- **Task description**: Transcribe each record exactly as it appears.
**** Records to use
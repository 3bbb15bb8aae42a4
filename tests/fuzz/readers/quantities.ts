import {exampleOf, quantityOf, readQuantity} from '../../../source/documents/quantity.ts';
import {dimensions, findUnit, spellingsOf} from '../../../source/documents/units.ts';
import type {Answer, Reader} from '../reader.ts';

const words = [
	...new Set(dimensions.flatMap(spellingsOf)),
	...[
		'furlong',
		'stone',
		'furlong/fortnight',
		'mach',
		'bar',
		'mg',
		'kmm',
		'm m',
		'm/m',
		'm^9',
		'degF',
		'NaN',
		'Infinity',
	],
];

/** The value written again in its own unit. */
function again({value, unit}: {value: number; unit: {name: string; factor: number; zero: number} | undefined}): string {
	return unit === undefined ? String(value) : `${value / unit.factor + unit.zero} ${unit.name}`;
}

/** So far may a value move by being written in another unit and read again. */
const closeness = 1e-9;

async function read(text: string): Promise<Answer> {
	const reading = await readQuantity(text, dimensions);
	if (!reading.ok) {
		const {found, allowed, hint = ''} = reading;
		return {accepted: false, said: `${found}${allowed}${hint}`, problems: [{path: 'field', found, allowed}]};
	}
	const {value, unit, dimension} = reading;
	const alone = quantityOf(text, dimension);
	const second = quantityOf(again(reading), dimension);
	const scale = Math.max(Math.abs(value), Math.abs((unit?.zero ?? 0) * (unit?.factor ?? 1)), Number.MIN_VALUE);
	const isSame = second.ok && Math.abs(second.value - value) <= closeness * scale;
	return {
		accepted: true,
		broken: !Number.isFinite(value)
			? `the value is a number: ${value}`
			: !alone.ok || alone.value !== value
				? `it means the same where one dimension is expected: ${JSON.stringify([reading, alone])}`
				: unit !== undefined && findUnit(unit.name, dimension) !== undefined && !isSame
					? `printed and read again it is the same: ${again(reading)} ${JSON.stringify([reading, second])}`
					: undefined,
	};
}

export const quantities: Reader = {
	name: 'quantities',
	examples: () => [
		...dimensions.map(exampleOf),
		'86.5+0.25 in',
		'118*1.02 mph',
		'88 mph + 3 km/h',
		'(1/2) mi',
		'−3 %',
		'2 stone',
	],
	words: [...words, '+', '-', '*', '/', '×', '÷', '−', '(', ')', '²', '^-2', '·'],
	longest: 300,
	read,
};
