/** Keys pressed in a session that runs, in memory: whatever they are, there is a frame of the window's size. */
import type {Keeper} from '../../../source/screens/keeper.ts';
import {painted} from '../../../source/screens/parts/theme.ts';
import {LiveSession} from '../../../source/screens/session/live.ts';
import {startSession} from '../../../source/screens/session/session.ts';
import {KeyDecoder} from '../../../source/screens/terminal/key-decoder.ts';
import {frameLines, frameOf} from '../../../source/screens/views/frame.ts';
import {displayWidth} from '../../../source/text/width.ts';
import {errandsInMemory} from '../../screens/errands.ts';
import {catalog, documents} from '../../screens/session/documents.ts';
import type {Answer, Reader} from '../reader.ts';
// What the session loads when it is first needed: loaded here, so that no load outlives a text.
import '../../../source/screens/session/handing.ts';
import '../../../source/screens/session/incoming.ts';

const sizes = [
	{width: 80, height: 24},
	{width: 140, height: 45},
	{width: 20, height: 5},
] as const;

function started(): {live: LiveSession; settle: () => void} {
	const waiting: (() => void)[] = [];
	const keeper: Keeper = {
		keep() {},
		drop() {},
		earlier: undefined,
		dropEarlier() {},
		save: () => ({ok: true, words: 'Saved.'}),
		where: () => undefined,
		errands: errandsInMemory().errands,
	};
	const clock = {
		now: () => 0,
		later: (act: () => void) => {
			waiting.push(act);
			return () => void waiting.splice(waiting.indexOf(act), 1);
		},
	};
	const outside = {leave() {}, suspend() {}, redraw() {}};
	const live = new LiveSession(startSession(documents, 'us'), catalog, keeper, outside, clock);
	return {
		live,
		settle: () => {
			while (waiting.length > 0) waiting.shift()!();
		},
	};
}

async function read(text: string): Promise<Answer> {
	const {live, settle} = started();
	settle();
	const decoder = new KeyDecoder();
	let said = '';
	for (const event of [...decoder.push(text), ...decoder.flush()]) {
		live.press(event);
		settle();
		// What is read or loaded on the way arrives.
		await Promise.resolve();
		for (const size of sizes) {
			const lines = frameLines(frameOf(live.state(), {...size, ascii: false}, 0)).map(pieces =>
				painted(pieces, {color: false, ascii: false}).replace(inverted, ''),
			);
			const tooWide = lines.find(line => displayWidth(line) > size.width);
			if (lines.length !== size.height || tooWide !== undefined) {
				const broken = `a frame has the size of the window: ${size.width} × ${size.height}, ${lines.length} lines, ${tooWide}`;
				return {accepted: true, said, broken};
			}
			said += `${lines.join('\n')}\n`;
		}
	}
	return {accepted: true, said};
}

// biome-ignore lint/suspicious/noControlCharactersInRegex: what makes text bold or inverted
const inverted = /\x1B\[[\d;]*m/g;

const [down, up, right, left, esc] = ['\x1B[B', '\x1B[A', '\x1B[C', '\x1B[D', '\x1B'];

export const screen: Reader = {
	name: 'screen',
	examples: () => [
		'jjk',
		`e\t${down}61\r`,
		`t\r${esc}c?`,
		`g${right}${esc}w`,
		`xjjc${esc}`,
		`a\x1B[200~nothing\x1B[201~${esc}`,
		'snbdh',
	],
	words: [
		down,
		up,
		right,
		left,
		`${esc}`,
		'\r',
		'\t',
		'\x7F',
		'\x1B[Z',
		'\x1B[6~',
		'\x1B[5~',
		'\x1B[H',
		'\x1B[F',
		'\x13',
		'\x12',
		'\x1B[200~',
		'\x1B[201~',
		...'abcdefghijklmnopqrstuvwxyzUGNP?[]/0123456789+-.% ',
	],
	longest: 60,
	work: {start: 20_000_000, perCharacter: 0},
	read,
};
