/** What is typed into a field of the form, whatever the field takes. */

import {dimensions} from '../../../source/documents/units.ts';
import {edited, editLine} from '../../../source/screens/parts/edit-line.ts';
import type {FieldKind} from '../../../source/screens/session/field-kind.ts';
import {understand, valueText} from '../../../source/screens/session/understand.ts';
import type {Answer, Reader} from '../reader.ts';
import {quantities} from './quantities.ts';

const kinds: readonly FieldKind[] = [
	// A bare number has a kind of its own.
	...dimensions
		.filter(dimension => dimension !== 'number')
		.map(dimension => ({is: 'quantity', dimensions: [dimension], change: false}) as const),
	{is: 'quantity', dimensions: ['speed', 'share'], change: true},
	{is: 'number'},
	{is: 'text'},
	{is: 'choice', among: ['short', 'intermediate', 'superspeedway', 'road']},
	{is: 'flag'},
	{is: 'list', of: {is: 'number'}},
	{is: 'list', of: {is: 'text'}},
];
const before = ['88 mph', undefined, 1, [1, 2]] as const;

function read(pasted: string): Answer {
	const {text} = edited(editLine(''), {kind: 'paste', text: pasted})!;
	const answers = kinds.flatMap(kind =>
		before.map(value => ({kind, value, understood: understand(text, kind, value, 'us')})),
	);
	const taken = answers.filter(({understood}) => understood.ok);
	const unstable = taken.find(({kind, value, understood}) => {
		const again = understood.ok ? understand(valueText(understood.value), kind, value, 'us') : understood;
		// A text may hold what parts entries of a list.
		return kind.is !== 'list' && !(again.ok && understood.ok && again.value === understood.value);
	});
	return {
		accepted: taken.length > 0,
		said: answers.map(({understood}) => understood.words).join('\n'),
		broken: unstable && `shown and typed again it is the same: ${JSON.stringify(unstable)}`,
	};
}

export const fields: Reader = {
	name: 'fields',
	examples: async () => [...(await quantities.examples()), 'yes', 'no', 'inter', '1, 2; 3', 'Back stretch', '33/38'],
	words: quantities.words,
	longest: 400,
	work: {start: 200_000, perCharacter: 6000},
	read,
};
********
- **Worked solution**:
repository 3bbb15bb8aae42a4
filename tests/fuzz/readers/quantities.ts
import {exampleOf, quantityOf, readQuantity} from '../../../source/documents/quantity.ts';
import {dimensions, findUnit, spellingsOf} from '../../../source/documents/units.ts';
import type {Answer, Reader} from '../reader.ts';

const words = [
	...new Set(dimensions.flatMap(spellingsOf)),
	...[
		'furlong',
		'stone',
		'furlong/fortnight',
		'mach',
		'bar',
		'mg',
		'kmm',
		'm m',
		'm/m',
		'm^9',
		'degF',
		'NaN',
		'Infinity',
	],
];

/** The value written again in its own unit. */
function again({value, unit}: {value: number; unit: {name: string; factor: number; zero: number} | undefined}): string {
	return unit === undefined ? String(value) : `${value / unit.factor + unit.zero} ${unit.name}`;
}

/** So far may a value move by being written in another unit and read again. */
const closeness = 1e-9;

async function read(text: string): Promise<Answer> {
	const reading = await readQuantity(text, dimensions);
	if (!reading.ok) {
		const {found, allowed, hint = ''} = reading;
		return {accepted: false, said: `${found}${allowed}${hint}`, problems: [{path: 'field', found, allowed}]};
	}
	const {value, unit, dimension} = reading;
	const alone = quantityOf(text, dimension);
	const second = quantityOf(again(reading), dimension);
	const scale = Math.max(Math.abs(value), Math.abs((unit?.zero ?? 0) * (unit?.factor ?? 1)), Number.MIN_VALUE);
	const isSame = second.ok && Math.abs(second.value - value) <= closeness * scale;
	return {
		accepted: true,
		broken: !Number.isFinite(value)
			? `the value is a number: ${value}`
			: !alone.ok || alone.value !== value
				? `it means the same where one dimension is expected: ${JSON.stringify([reading, alone])}`
				: unit !== undefined && findUnit(unit.name, dimension) !== undefined && !isSame
					? `printed and read again it is the same: ${again(reading)} ${JSON.stringify([reading, second])}`
					: undefined,
	};
}

export const quantities: Reader = {
	name: 'quantities',
	examples: () => [
		...dimensions.map(exampleOf),
		'86.5+0.25 in',
		'118*1.02 mph',
		'88 mph + 3 km/h',
		'(1/2) mi',
		'−3 %',
		'2 stone',
	],
	words: [...words, '+', '-', '*', '/', '×', '÷', '−', '(', ')', '²', '^-2', '·'],
	longest: 300,
	read,
};
/** Keys pressed in a session that runs, in memory: whatever they are, there is a frame of the window's size. */
import type {Keeper} from '../../../source/screens/keeper.ts';
import {painted} from '../../../source/screens/parts/theme.ts';
import {LiveSession} from '../../../source/screens/session/live.ts';
import {startSession} from '../../../source/screens/session/session.ts';
import {KeyDecoder} from '../../../source/screens/terminal/key-decoder.ts';
import {frameLines, frameOf} from '../../../source/screens/views/frame.ts';
import {displayWidth} from '../../../source/text/width.ts';
import {errandsInMemory} from '../../screens/errands.ts';
import {catalog, documents} from '../../screens/session/documents.ts';
import type {Answer, Reader} from '../reader.ts';
// What the session loads when it is first needed: loaded here, so that no load outlives a text.
import '../../../source/screens/session/handing.ts';
import '../../../source/screens/session/incoming.ts';

const sizes = [
	{width: 80, height: 24},
	{width: 140, height: 45},
	{width: 20, height: 5},
] as const;

function started(): {live: LiveSession; settle: () => void} {
	const waiting: (() => void)[] = [];
	const keeper: Keeper = {
		keep() {},
		drop() {},
		earlier: undefined,
		dropEarlier() {},
		save: () => ({ok: true, words: 'Saved.'}),
		where: () => undefined,
		errands: errandsInMemory().errands,
	};
	const clock = {
		now: () => 0,
		later: (act: () => void) => {
			waiting.push(act);
			return () => void waiting.splice(waiting.indexOf(act), 1);
		},
	};
	const outside = {leave() {}, suspend() {}, redraw() {}};
	const live = new LiveSession(startSession(documents, 'us'), catalog, keeper, outside, clock);
	return {
		live,
		settle: () => {
			while (waiting.length > 0) waiting.shift()!();
		},
	};
}

async function read(text: string): Promise<Answer> {
	const {live, settle} = started();
	settle();
	const decoder = new KeyDecoder();
	let said = '';
	for (const event of [...decoder.push(text), ...decoder.flush()]) {
		live.press(event);
		settle();
		// What is read or loaded on the way arrives.
		await Promise.resolve();
		for (const size of sizes) {
			const lines = frameLines(frameOf(live.state(), {...size, ascii: false}, 0)).map(pieces =>
				painted(pieces, {color: false, ascii: false}).replace(inverted, ''),
			);
			const tooWide = lines.find(line => displayWidth(line) > size.width);
			if (lines.length !== size.height || tooWide !== undefined) {
				const broken = `a frame has the size of the window: ${size.width} × ${size.height}, ${lines.length} lines, ${tooWide}`;
				return {accepted: true, said, broken};
			}
			said += `${lines.join('\n')}\n`;
		}
	}
	return {accepted: true, said};
}

// biome-ignore lint/suspicious/noControlCharactersInRegex: what makes text bold or inverted
const inverted = /\x1B\[[\d;]*m/g;

const [down, up, right, left, esc] = ['\x1B[B', '\x1B[A', '\x1B[C', '\x1B[D', '\x1B'];

export const screen: Reader = {
	name: 'screen',
	examples: () => [
		'jjk',
		`e\t${down}61\r`,
		`t\r${esc}c?`,
		`g${right}${esc}w`,
		`xjjc${esc}`,
		`a\x1B[200~nothing\x1B[201~${esc}`,
		'snbdh',
	],
	words: [
		down,
		up,
		right,
		left,
		`${esc}`,
		'\r',
		'\t',
		'\x7F',
		'\x1B[Z',
		'\x1B[6~',
		'\x1B[5~',
		'\x1B[H',
		'\x1B[F',
		'\x13',
		'\x12',
		'\x1B[200~',
		'\x1B[201~',
		...'abcdefghijklmnopqrstuvwxyzUGNP?[]/0123456789+-.% ',
	],
	longest: 60,
	work: {start: 20_000_000, perCharacter: 0},
	read,
};
/** What is typed into a field of the form, whatever the field takes. */

import {dimensions} from '../../../source/documents/units.ts';
import {edited, editLine} from '../../../source/screens/parts/edit-line.ts';
import type {FieldKind} from '../../../source/screens/session/field-kind.ts';
import {understand, valueText} from '../../../source/screens/session/understand.ts';
import type {Answer, Reader} from '../reader.ts';
import {quantities} from './quantities.ts';

const kinds: readonly FieldKind[] = [
	// A bare number has a kind of its own.
	...dimensions
		.filter(dimension => dimension !== 'number')
		.map(dimension => ({is: 'quantity', dimensions: [dimension], change: false}) as const),
	{is: 'quantity', dimensions: ['speed', 'share'], change: true},
	{is: 'number'},
	{is: 'text'},
	{is: 'choice', among: ['short', 'intermediate', 'superspeedway', 'road']},
	{is: 'flag'},
	{is: 'list', of: {is: 'number'}},
	{is: 'list', of: {is: 'text'}},
];
const before = ['88 mph', undefined, 1, [1, 2]] as const;

function read(pasted: string): Answer {
	const {text} = edited(editLine(''), {kind: 'paste', text: pasted})!;
	const answers = kinds.flatMap(kind =>
		before.map(value => ({kind, value, understood: understand(text, kind, value, 'us')})),
	);
	const taken = answers.filter(({understood}) => understood.ok);
	const unstable = taken.find(({kind, value, understood}) => {
		const again = understood.ok ? understand(valueText(understood.value), kind, value, 'us') : understood;
		// A text may hold what parts entries of a list.
		return kind.is !== 'list' && !(again.ok && understood.ok && again.value === understood.value);
	});
	return {
		accepted: taken.length > 0,
		said: answers.map(({understood}) => understood.words).join('\n'),
		broken: unstable && `shown and typed again it is the same: ${JSON.stringify(unstable)}`,
	};
}

export const fields: Reader = {
	name: 'fields',
	examples: async () => [...(await quantities.examples()), 'yes', 'no', 'inter', '1, 2; 3', 'Back stretch', '33/38'],
	words: quantities.words,
	longest: 400,
	work: {start: 200_000, perCharacter: 6000},
	read,
};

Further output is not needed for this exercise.